# The "Beast" at Equine Affaire



## Chasin Ponies (Dec 25, 2013)

Just got back from Equine Affaire and had to post a picture of this Cimarron, almost double decker horse trailer that was tucked away in a corner right next to a huge motor home.

This beastie got more attention from us horse people than a lot of the exhibits! There _were bunches of us wandering around it trying to figure it out._ It has triple wheels on each side and is incredibly tall and huge when you are standing next to it. _It is also bumper pull!!_ Must be a custom job but it was unlike any I've ever seen.

I jokingly said to one woman that they must put the minis in the top and the regulars in the bottom and for a split second, I could see she believed me.


----------



## waresbear (Jun 18, 2011)

Never seen one like that before!


----------



## Acadianartist (Apr 21, 2015)

??? for giraffes?


----------



## walkinthewalk (Jul 23, 2008)

Unless the entire top is living/sleeping quarters and the kitchen/"dining" is the front section of the -----the----- whatever it is.

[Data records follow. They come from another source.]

// Package telemetry gives every request an id and every answer one line in
// the log. It never logs what a request holds.
package telemetry

import (
	"context"
	"crypto/rand"
	"encoding/hex"
	"log/slog"
	"runtime/debug"
	"time"

	"github.com/fullstorydev/grpchan/inprocgrpc"
	"google.golang.org/grpc"
	"google.golang.org/grpc/metadata"
	"google.golang.org/grpc/peer"
	"google.golang.org/grpc/status"

	"calandria.example/calandria/server/statuses"
)

// IDHeader carries a request's id, as gRPC metadata and as an HTTP header.
const IDHeader = "x-request-id"

const longestID = 64

type idKey struct{}

// NewID makes an id of 16 hexadecimal digits.
func NewID() string {
	var b [8]byte
	// crypto/rand does not fail: the runtime ends the program instead.
	_, _ = rand.Read(b[:])
	return hex.EncodeToString(b[:])
}

// ValidID reports whether a caller's id may be used: 1 to 64 letters, digits,
// dots, dashes and underscores.
func ValidID(id string) bool {
	if id == "" || len(id) > longestID {
		return false
	}
	for i := range len(id) {
		c := id[i]
		switch {
		case c >= 'a' && c <= 'z', c >= 'A' && c <= 'Z', c >= '0' && c <= '9', c == '.', c == '-', c == '_':
		default:
			return false
		}
	}
	return true
}

// WithID puts a request's id into its context.
func WithID(ctx context.Context, id string) context.Context {
	return context.WithValue(ctx, idKey{}, id)
}

// ID reads a request's id from its context.
func ID(ctx context.Context) string {
	id, _ := ctx.Value(idKey{}).(string)
	return id
}

// Unary is the outermost interceptor. It names every call by an id, the
// caller's own if it is acceptable, returns it in the header, writes a line
// for each answer, and turns a panic anywhere inside into a status that shows
// the id only; value and stack go to the log. In the in-process channel a
// panic would otherwise end the program.
func Unary(log *slog.Logger) grpc.UnaryServerInterceptor {
	return func(ctx context.Context, request any, info *grpc.UnaryServerInfo, handler grpc.UnaryHandler) (answer any, err error) {
		start := time.Now()
		id := incoming(ctx)
		ctx = WithID(ctx, id)
		defer func() {
			if v := recover(); v != nil {
				log.LogAttrs(ctx, slog.LevelError, "panic", slog.String("id", id), slog.String("method", info.FullMethod), slog.Any("value", v), slog.String("stack", string(debug.Stack())))
				answer, err = nil, statuses.Internal(id).Err()
			}
			// The REST face, the one caller within the process, writes a line
			// of its own. Metadata can not tell: any caller can send it.
			if inprocgrpc.ClientContext(ctx) == nil {
				line(ctx, log, id, info.FullMethod, err, time.Since(start))
			}
		}()
		// A header that can not be sent any more does not matter to the answer.
		_ = grpc.SetHeader(ctx, metadata.Pairs(IDHeader, id))
		return handler(ctx, request)
	}
}

func line(ctx context.Context, log *slog.Logger, id, method string, err error, took time.Duration) {
	s := status.Convert(err)
	attributes := []slog.Attr{
		slog.String("door", "grpc"), slog.String("id", id), slog.String("method", method),
		slog.String("code", s.Code().String()), slog.Duration("took", took),
	}
	if err != nil {
		attributes = append(attributes, slog.String("reason", statuses.Word(statuses.Reason(s))))
	}
	if p, ok := peer.FromContext(ctx); ok && p.Addr != nil {
		attributes = append(attributes, slog.String("peer", p.Addr.String()))
	}
	log.LogAttrs(ctx, slog.LevelInfo, "answered", attributes...)
}

// incoming returns the id that a call brought, or a new one.
func incoming(ctx context.Context) string {
	md, _ := metadata.FromIncomingContext(ctx)
	if given := md.Get(IDHeader); len(given) > 0 && ValidID(given[0]) {
		return given[0]
	}
	return NewID()
}
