// SPDX-License-Identifier: BSL-1.0
#include <doctest/doctest.h>

#include <steelyard/base/bin_lanes.hpp>
#include <steelyard/base/kernels.hpp>
#include <steelyard/base/moment_lanes.hpp>
#include <steelyard/base/monomial_lanes.hpp>

#include <boost/multiprecision/cpp_bin_float.hpp>

#include <algorithm>
#include <bit>
#include <cmath>
#include <cstdint>
#include <cstring>
#include <limits>
#include <span>
#include <vector>

namespace sy = steelyard::detail;
using exact = boost::multiprecision::cpp_bin_float_50;

namespace {

constexpr double lowest = std::numeric_limits<double>::lowest();

std::vector<sy::isa> widths() {
  std::vector<sy::isa> all;
  for (sy::isa const width : {sy::isa::plain, sy::isa::sse2, sy::isa::avx2, sy::isa::avx512})
    if (width <= sy::widest_isa()) all.push_back(width);
  return all;
}

bool keeps_subnormals() {
  double volatile tiny = std::numeric_limits<double>::min();
  double volatile half = 0.5;
  return tiny * half > 0.0;
}

// A sequence that fills (0, 1) evenly: fractions of multiples of the golden ratio.
struct even {
  double u = 0.0;
  double operator()() { return u = std::fmod(u + 0.6180339887498949, 1.0); }
};

// Log-weights below `top`: most near it, some far down, some that vanish, some impossible.
std::vector<double> some_logs(std::size_t n, double top) {
  even u;
  std::vector<double> logs(n);
  for (std::size_t k = 0; k < n; ++k) {
    double const x = u();
    logs[k] = top - (k % 7 == 3 ? 800.0 * x : 20.0 * x * x);
    if (k % 11 == 5) logs[k] = lowest;
    if (k % 97 == 13) logs[k] = top - 1e5 * x;
  }
  return logs;
}

bool same_bits(double a, double b) { return std::bit_cast<std::uint64_t>(a) == std::bit_cast<std::uint64_t>(b); }

bool same_bits(std::span<double const> a, std::span<double const> b) {
  for (std::size_t k = 0; k < a.size(); ++k)
    if (!same_bits(a[k], b[k])) return false;
  return a.size() == b.size();
}
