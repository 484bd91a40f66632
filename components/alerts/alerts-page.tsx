'use client';
import { useQuery } from '@tanstack/react-query';
import { Page } from '@/components/shell/app-shell';
import { PageHead } from '@/components/ui/page-head';
import { Section } from '@/components/ui/section';
import { EmptyState, ErrorState, LoadingWords } from '@/components/ui/states';
import { alertsQuery, plantQuery } from '@/lib/client/queries';
import { AlertRuleForm } from './alert-rule-form';
import { DeliveryTable, RunTable } from './alert-tables';
import { alertsLead } from './alert-words';
import { RunYesterday } from './run-yesterday';

/** The morning mail: its rule, who gets it, what each day came to, and who has seen it. */
export function AlertsPage({ plantId, may }: { plantId: string; may: { manage: boolean; run: boolean } }) {
  const { data: plant } = useQuery(plantQuery(plantId));
  const { data, error, refetch } = useQuery(alertsQuery(plantId));
  if (!plant) return null;
  return (
    <Page foot={{ settingsRevision: plant.settingsRevision, timeZone: plant.timeZone }}>
      <PageHead
        over={plant.name}
        title="Alerts"
        lead={data ? alertsLead(data) : 'The rule is being read.'}
        actions={may.run ? <RunYesterday plant={plant} /> : undefined}
      />
      {error && !data ? (
        <ErrorState onRetry={() => void refetch()}>{error.message}</ErrorState>
      ) : !data ? (
        <LoadingWords>Reading the rule and the mails.</LoadingWords>
      ) : (
        <div className="grid grid-cols-[380px_minmax(0,1fr)] gap-12 max-[1100px]:grid-cols-1 phone:block">
          <div>
            <Section title="Rule">
              <AlertRuleForm key={JSON.stringify(data.rule)} plant={plant} rule={data.rule} mayManage={may.manage} />
            </Section>
            <Section title="Goes to" sub="the operators of this organization" className="mt-7.5">
              {data.recipients.length === 0 ? (
                <EmptyState claim="Nobody.">
                  No member of this organization has the role operator, so no mail goes out.
                </EmptyState>
              ) : (
                <ul>
                  {data.recipients.map((person) => (
                    <li key={person.email} className="border-b border-grid py-1.5">
                      {person.name} <span className="text-ink-2">{person.email}</span>
                    </li>
                  ))}
                </ul>
              )}
            </Section>
          </div>
          <div className="min-w-0 phone:mt-7.5">
            <Section title="Mails" sub="newest first">
              <DeliveryTable deliveries={data.deliveries} timeZone={plant.timeZone} />
            </Section>
            <Section title="Days" sub="what each came to" className="mt-7.5">
              <RunTable runs={data.runs} timeZone={plant.timeZone} />
            </Section>
          </div>
        </div>
      )}
    </Page>
  );
}
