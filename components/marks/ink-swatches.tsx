import { INK } from './pattern-defs';

/** The six ink densities beside their meaning: how probable the drawn direction is. */
export function DensitySwatches() {
  const paints = [
    ...([3, 2, 1] as const).map((density) => ({ fill: INK.forward[density], edge: 'var(--fwd)' })),
    ...([3, 2, 1] as const).map((density) => ({ fill: INK.reverse[density], edge: 'none' })),
  ];
  return (
    <svg width="136" height="12" viewBox="0 0 136 12" aria-hidden="true" className="inline-block shrink-0">
      {paints.map(({ fill, edge }, index) => (
        <rect
          key={fill}
          x={index * 23 + 0.5}
          y="0.5"
          width="20"
          height="11"
          fill={fill}
          stroke={edge}
          strokeWidth={edge === 'none' ? 0 : 0.8}
        />
      ))}
    </svg>
  );
}

/** Five frayed bars: what the fringe looks like. */
export function FringeSwatch() {
  const bars = [0, 1, 2, 3, 4];
  return (
    <svg width="22" height="14" viewBox="0 0 22 14" aria-hidden="true" className="inline-block shrink-0">
      <rect x="0" y="5" width="22" height="8" fill="var(--fwd)" />
      {bars.map((bar) => (
        <g key={bar} strokeWidth="0.8">
          <line x1={bar * 4.4 + 2.2} x2={bar * 4.4 + 2.2} y1="1" y2="5" stroke="var(--ink2)" />
          <line x1={bar * 4.4 + 2.2} x2={bar * 4.4 + 2.2} y1="5" y2="9" stroke="var(--paper)" />
        </g>
      ))}
      <line x1="0" x2="22" y1="13.4" y2="13.4" stroke="var(--ink)" strokeWidth="1.25" />
    </svg>
  );
}

/** A piece of one ink, for a key: the block forward, the hatch, the dots, or flat dilution. */
export function InkSwatch({ ink }: { ink: 'forward' | 'reverse' | 'unknown' | 'dilution' | 'grey' }) {
  const fill = {
    forward: INK.forward[3],
    reverse: INK.reverse[2],
    unknown: INK.unknown,
    dilution: INK.forward[1],
    grey: 'var(--ink3)',
  }[ink];
  return (
    <svg width="22" height="12" viewBox="0 0 22 12" aria-hidden="true" className="inline-block shrink-0">
      <rect width="22" height="12" fill={fill} />
    </svg>
  );
}

/** A piece of line: solid for the distribution side, broken for the production side. */
export function LineSwatch({ broken = false, strong = false }: { broken?: boolean; strong?: boolean }) {
  return (
    <svg width="24" height="12" viewBox="0 0 24 12" aria-hidden="true" className="inline-block shrink-0">
      <line
        x1="0"
        x2="24"
        y1="6"
        y2="6"
        stroke={broken ? 'var(--ink2)' : 'var(--ink)'}
        strokeWidth={strong ? 1.5 : 1}
        strokeDasharray={broken ? '3 2' : undefined}
      />
    </svg>
  );
}
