import { putAlertRule } from '@/lib/commands/put-alert-rule';
import { requirePlant, route } from '@/lib/http/route';
import { readAlertRule } from '@/lib/queries/read-alerts';
import { AlertRule } from '@/lib/schemas/alert';
import { PlantParams } from '@/lib/schemas/common';

/** PUT: sets the daily alert's rule. */
export const PUT = route({ params: PlantParams, body: AlertRule }, async ({ em, access, params, body }) => {
  const plant = await requirePlant(em, access, params.plantId, 'alert.manage');
  await putAlertRule(em, access, plant, body);
  return readAlertRule(em, { organizationId: plant.organizationId, plantId: plant.id });
});
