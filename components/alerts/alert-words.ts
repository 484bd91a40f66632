import type { Alerts } from '@/lib/schemas/alert';

/** The page's finding: whether and when a mail goes out, and to how many. */
export function alertsLead({ rule, recipients }: Alerts): string {
  if (!rule.enabled) return 'The daily mail is switched off for this plant.';
  const to = recipients.length === 1 ? 'one operator' : `${recipients.length} operators`;
  if (recipients.length === 0)
    return 'The daily mail is on, and nobody gets it: this organization has no operator yet.';
  return `At ${rule.sendAt} a mail goes to ${to} when return water ran backwards for ${rule.minReverseMinutes} minutes or more the day before.`;
}

/** What a day's evaluation came to, in a word or two. */
export const OUTCOME_WORDS: Readonly<Record<Alerts['runs'][number]['outcome'], string>> = {
  pending: 'under way',
  sent: 'sent',
  'nothing-to-report': 'nothing to report',
  'no-data': 'no data',
  'no-recipients': 'no recipients',
  'already-sent': 'sent before',
  disabled: 'switched off',
  failed: 'failed',
};
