/**
 * The hatches and dots of the whole document, in user space, so that neighbouring shapes hatch through as one. Stands
 * once, in the root layout; drawings refer to the ids of `INK`. Not `display: none`: some browsers then drop patterns.
 */
export function PatternDefs() {
  return (
    <svg width="0" height="0" aria-hidden="true" focusable="false" className="absolute">
      <defs>
        <Hatch id="hatch-3" period={4} width={2.1} />
        <Hatch id="hatch-2" period={4} width={1.15} />
        <Hatch id="hatch-1" period={6} width={1} />
        <Hatch id="hatch-small" period={3} width={1.5} />
        <pattern id="dots" width="4" height="4" patternUnits="userSpaceOnUse">
          <rect width="1" height="1" fill="var(--ink3)" />
          <rect x="2" y="2" width="1" height="1" fill="var(--ink3)" />
        </pattern>
      </defs>
    </svg>
  );
}

function Hatch({ id, period, width }: { id: string; period: number; width: number }) {
  return (
    <pattern id={id} width={period} height={period} patternUnits="userSpaceOnUse" patternTransform="rotate(45)">
      <line x1={period / 2} y1="0" x2={period / 2} y2={period} stroke="var(--rev)" strokeWidth={width} />
    </pattern>
  );
}

/** Paints for SVG shapes, by what the water is and how sure its direction is (3 surest, 1 least). */
export const INK = {
  forward: { 3: 'var(--fwd)', 2: 'var(--fwd2)', 1: 'var(--fwd1)' },
  reverse: { 3: 'url(#hatch-3)', 2: 'url(#hatch-2)', 1: 'url(#hatch-1)' },
  reverseSmall: 'url(#hatch-small)',
  unknown: 'url(#dots)',
} as const;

And you're right, that top heavy looking thing isn't something I would expect to hook to a bumper.

Orrrr maybe it isn't meant to have horses in it. Maybe it's strictly for product containment? Still to top heavy to have a bumper hitch, IMO


----------



## horselovinguy (Oct 1, 2013)

Think storage area deluxe....

I went to Cimarron trailers site...
They have a hay elevator and ability to make the entire "upstairs" a closed in storage pod....very impressive._ Never saw that before._  
_Hayracks & Hay Pods ? Cimarron Trailers
_ 
I though would *not* want to be towing that thing in high winds...
Can we say large sail setting sail with a gust of wind! :eek_color:

_*Chasin...
You didn't ask for a tour of the thing or more details???
*Tsk,tsk,tsk....
_ 
:runninghorse2:....


----------



## walkinthewalk (Jul 23, 2008)

horselovinguy said:


> Think storage area deluxe....
> 
> I went to Cimarron trailers site...
> They have a hay elevator and ability to make the entire "upstairs" a closed in storage pod....very impressive._ Never saw that before._
> ...


I went to their website. Too, lollol

That secret compartment hay lift was something. 

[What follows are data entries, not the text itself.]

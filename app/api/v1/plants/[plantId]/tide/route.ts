import { cached } from '@/lib/http/etag';
import { requirePlant, route } from '@/lib/http/route';
import { inUnits } from '@/lib/http/si-units';
import { resolvePeriod } from '@/lib/queries/period';
import { readTide } from '@/lib/queries/read-tide';
import { PlantParams } from '@/lib/schemas/common';
import { TideQuery } from '@/lib/schemas/data-requests';

/** GET: the tide strip of a period, thinned on the server. */
export const GET = route({ params: PlantParams, query: TideQuery }, async ({ em, access, params, query, request }) => {
  const plant = await requirePlant(em, access, params.plantId, 'plant.read');
  return cached(request, plant, async () =>
    inUnits(await readTide(em, plant, resolvePeriod(query, plant), query.barMinutes), query.units),
  );
});
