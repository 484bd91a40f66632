import type { Direction } from '@/lib/client/words';
import { INK } from './pattern-defs';

export interface DirectionMarkProps {
  direction: Direction | 'no data';
  /** Said to a reader who cannot see the mark. Leave out where the word stands beside it. */
  label?: string;
  className?: string;
}

/** A direction, 16 px, standing on the still line of its neighbours: block above, hatched below, bead, dots through. */
export function DirectionMark({ direction, label, className = '' }: DirectionMarkProps) {
  const named = label === undefined ? { 'aria-hidden': true } : { role: 'img', 'aria-label': label };
  return (
    <svg
      width="16"
      height="16"
      viewBox="0 0 16 16"
      focusable="false"
      className={`inline-block shrink-0 align-[-3px] ${className}`}
      {...named}
    >
      <MarkShape direction={direction} />
    </svg>
  );
}

function MarkShape({ direction }: Pick<DirectionMarkProps, 'direction'>) {
  const line = (x1: number, x2: number) => (
    <line x1={x1} x2={x2} y1="8" y2="8" stroke="var(--ink)" strokeWidth="1.25" />
  );
  if (direction === 'forward') {
    return (
      <>
        <rect x="3.5" y="1.5" width="9" height="6.5" fill="var(--fwd)" />
        {line(0, 16)}
      </>
    );
  }
  if (direction === 'reverse') {
    return (
      <>
        <rect x="3.5" y="8" width="9" height="6.5" fill={INK.reverse[2]} stroke="var(--rev)" strokeWidth="1" />
        {line(0, 16)}
      </>
    );
  }
  if (direction === 'still') {
    return (
      <>
        {line(0, 16)}
        <rect x="4" y="5" width="8" height="6" fill="var(--paper)" stroke="var(--ink)" strokeWidth="1.2" />
      </>
    );
  }
  if (direction === 'unknown') {
    return (
      <>
        {line(0, 16)}
        <rect
          x="3.5"
          y="2.5"
          width="9"
          height="11"
          fill={INK.unknown}
          stroke="var(--ink3)"
          strokeWidth="1"
          strokeDasharray="2 1.5"
        />
      </>
    );
  }
  return (
    <>
      {line(0, 4.5)}
      {line(11.5, 16)}
    </>
  );
}
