import { EmptyState } from '@/components/ui/states';
import { HeadCell, RowHead, Table } from '@/components/ui/table';
import { Tag } from '@/components/ui/tag';
import { MISSING } from '@/lib/client/format';
import { formatDay, formatDayTime, startOfLocalDay } from '@/lib/client/format-time';
import type { Alerts } from '@/lib/schemas/alert';
import { OUTCOME_WORDS } from './alert-words';

const dayWords = (day: string, timeZone: string): string => formatDay(startOfLocalDay(day, timeZone), timeZone);

/** The mails: about which day, to whom, whether it went, who has seen it. */
export function DeliveryTable({ deliveries, timeZone }: { deliveries: Alerts['deliveries']; timeZone: string }) {
  if (deliveries.length === 0)
    return <EmptyState claim="No mail yet.">The first goes out after a day that meets the rule.</EmptyState>;
  return (
    <Table caption="Mails, newest first">
      <thead>
        <tr>
          <HeadCell>about</HeadCell>
          <HeadCell>to</HeadCell>
          <HeadCell>subject</HeadCell>
          <HeadCell>state</HeadCell>
          <HeadCell>seen</HeadCell>
        </tr>
      </thead>
      <tbody>
        {deliveries.map((delivery) => (
          <tr key={delivery.id}>
            <RowHead className="whitespace-nowrap">{dayWords(delivery.day, timeZone)}</RowHead>
            <td className="break-all">{delivery.email}</td>
            <td>{delivery.subject === '' ? MISSING : delivery.subject}</td>
            <td>
              {delivery.status === 'failed' ? (
                <>
                  <Tag variant="reversed">failed</Tag> {delivery.failure}
                </>
              ) : delivery.status === 'sent' && delivery.sentAt !== null ? (
                `sent ${formatDayTime(Date.parse(delivery.sentAt), timeZone)}`
              ) : (
                delivery.status
              )}
            </td>
            <td>
              {delivery.acknowledgedAt === null ? (
                MISSING
              ) : (
                <>
                  {formatDayTime(Date.parse(delivery.acknowledgedAt), timeZone)}{' '}
                  <span className="text-ink-2">by {delivery.acknowledgedBy}</span>
                </>
              )}
            </td>
          </tr>
        ))}
      </tbody>
    </Table>
  );
}

/** What each day's evaluation came to. */
export function RunTable({ runs, timeZone }: { runs: Alerts['runs']; timeZone: string }) {
  if (runs.length === 0)
    return <EmptyState claim="No day yet.">Each day is evaluated once, at the rule’s time.</EmptyState>;
  return (
    <Table caption="Days evaluated, newest first">
      <thead>
        <tr>
          <HeadCell>day</HeadCell>
          <HeadCell>came to</HeadCell>
          <HeadCell>why</HeadCell>
        </tr>
      </thead>
      <tbody>
        {runs.map((run) => (
          <tr key={run.id} data-outcome={run.outcome}>
            <RowHead className="whitespace-nowrap">{dayWords(run.day, timeZone)}</RowHead>
            <td className="whitespace-nowrap">
              {run.outcome === 'failed' ? (
                <Tag variant="reversed">{OUTCOME_WORDS[run.outcome]}</Tag>
              ) : (
                OUTCOME_WORDS[run.outcome]
              )}
            </td>
            <td>{run.detail}</td>
          </tr>
        ))}
      </tbody>
    </Table>
  );
}
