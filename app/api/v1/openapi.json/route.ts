import { lucia } from '@/lib/auth/lucia';
import { openApiDocument } from '@/lib/http/openapi/document';
import { json, route } from '@/lib/http/route';

/** GET: OpenAPI 3.1 of this API. */
export const GET = route({ public: true, transaction: false }, async () =>
  json(openApiDocument(lucia().sessionCookieName), 200, { 'cache-control': 'public, max-age=300' }),
);
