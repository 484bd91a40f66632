'use client';
import { useMutation, useQueryClient } from '@tanstack/react-query';
import { toast } from 'sonner';
import { Button } from '@/components/ui/button';
import { sendJson } from '@/lib/client/api';
import { addLocalDays, localDay } from '@/lib/client/format-time';
import { alertsQuery } from '@/lib/client/queries';
import type { Plant } from '@/lib/schemas/plant';

/** Evaluates the plant's yesterday now, as the schedule would; a day that was mailed is not mailed again. */
export function RunYesterday({ plant }: { plant: Plant }) {
  const queries = useQueryClient();
  const run = useMutation({
    mutationFn: () =>
      sendJson('POST', `/plants/${plant.id}/alerts/runs`, {
        day: addLocalDays(localDay(Date.now(), plant.timeZone), -1),
      }),
    onSuccess: () => queries.invalidateQueries({ queryKey: alertsQuery(plant.id).queryKey }),
    onError: (error) => toast.error(error.message),
  });
  return (
    <Button variant="primary" onClick={() => run.mutate()} disabled={run.isPending}>
      Evaluate yesterday now
    </Button>
  );
}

Owning one of their trailers would be when we hit that stupidly rich lottery, I could by a new truck, hire a driver with a CDL and I'd become a groupie of Tom Seay's America By Horseback, lollol

Yeah Chasin' I gotta say, I would have camped out in my $10 roll up chair from Kmart to get a tour of that monster, lol


----------



## evilamc (Sep 22, 2011)

How did I not see this?! We were there all day walking everywhere! @Tazzie how did we miss this?!?!


----------



## Chasin Ponies (Dec 25, 2013)

It was parked in a corner, pretty well hidden but it was funny to watch horse people walk over to check it out. It was actually taller than the huge motor home parked next to it. I'd hate to haul something this big or try to get it under a bridge!

Owner wasn't anywhere around.

Motorhome and the trailer both had Texas plates. Guess it's true what they say "Everything is bigger in Texas"!!:eek_color:


----------



## JCnGrace (Apr 28, 2013)

walkinthewalk said:


> I went to their website. Too, lollol
> 
> That secret compartment hay lift was something.
> 
> ...


Cimarron is on my list for when I hit the lottery too! Of course you have to actually buy tickets to even have a chance at getting that needle in a haystack. LOL I don't think I want this model though.


----------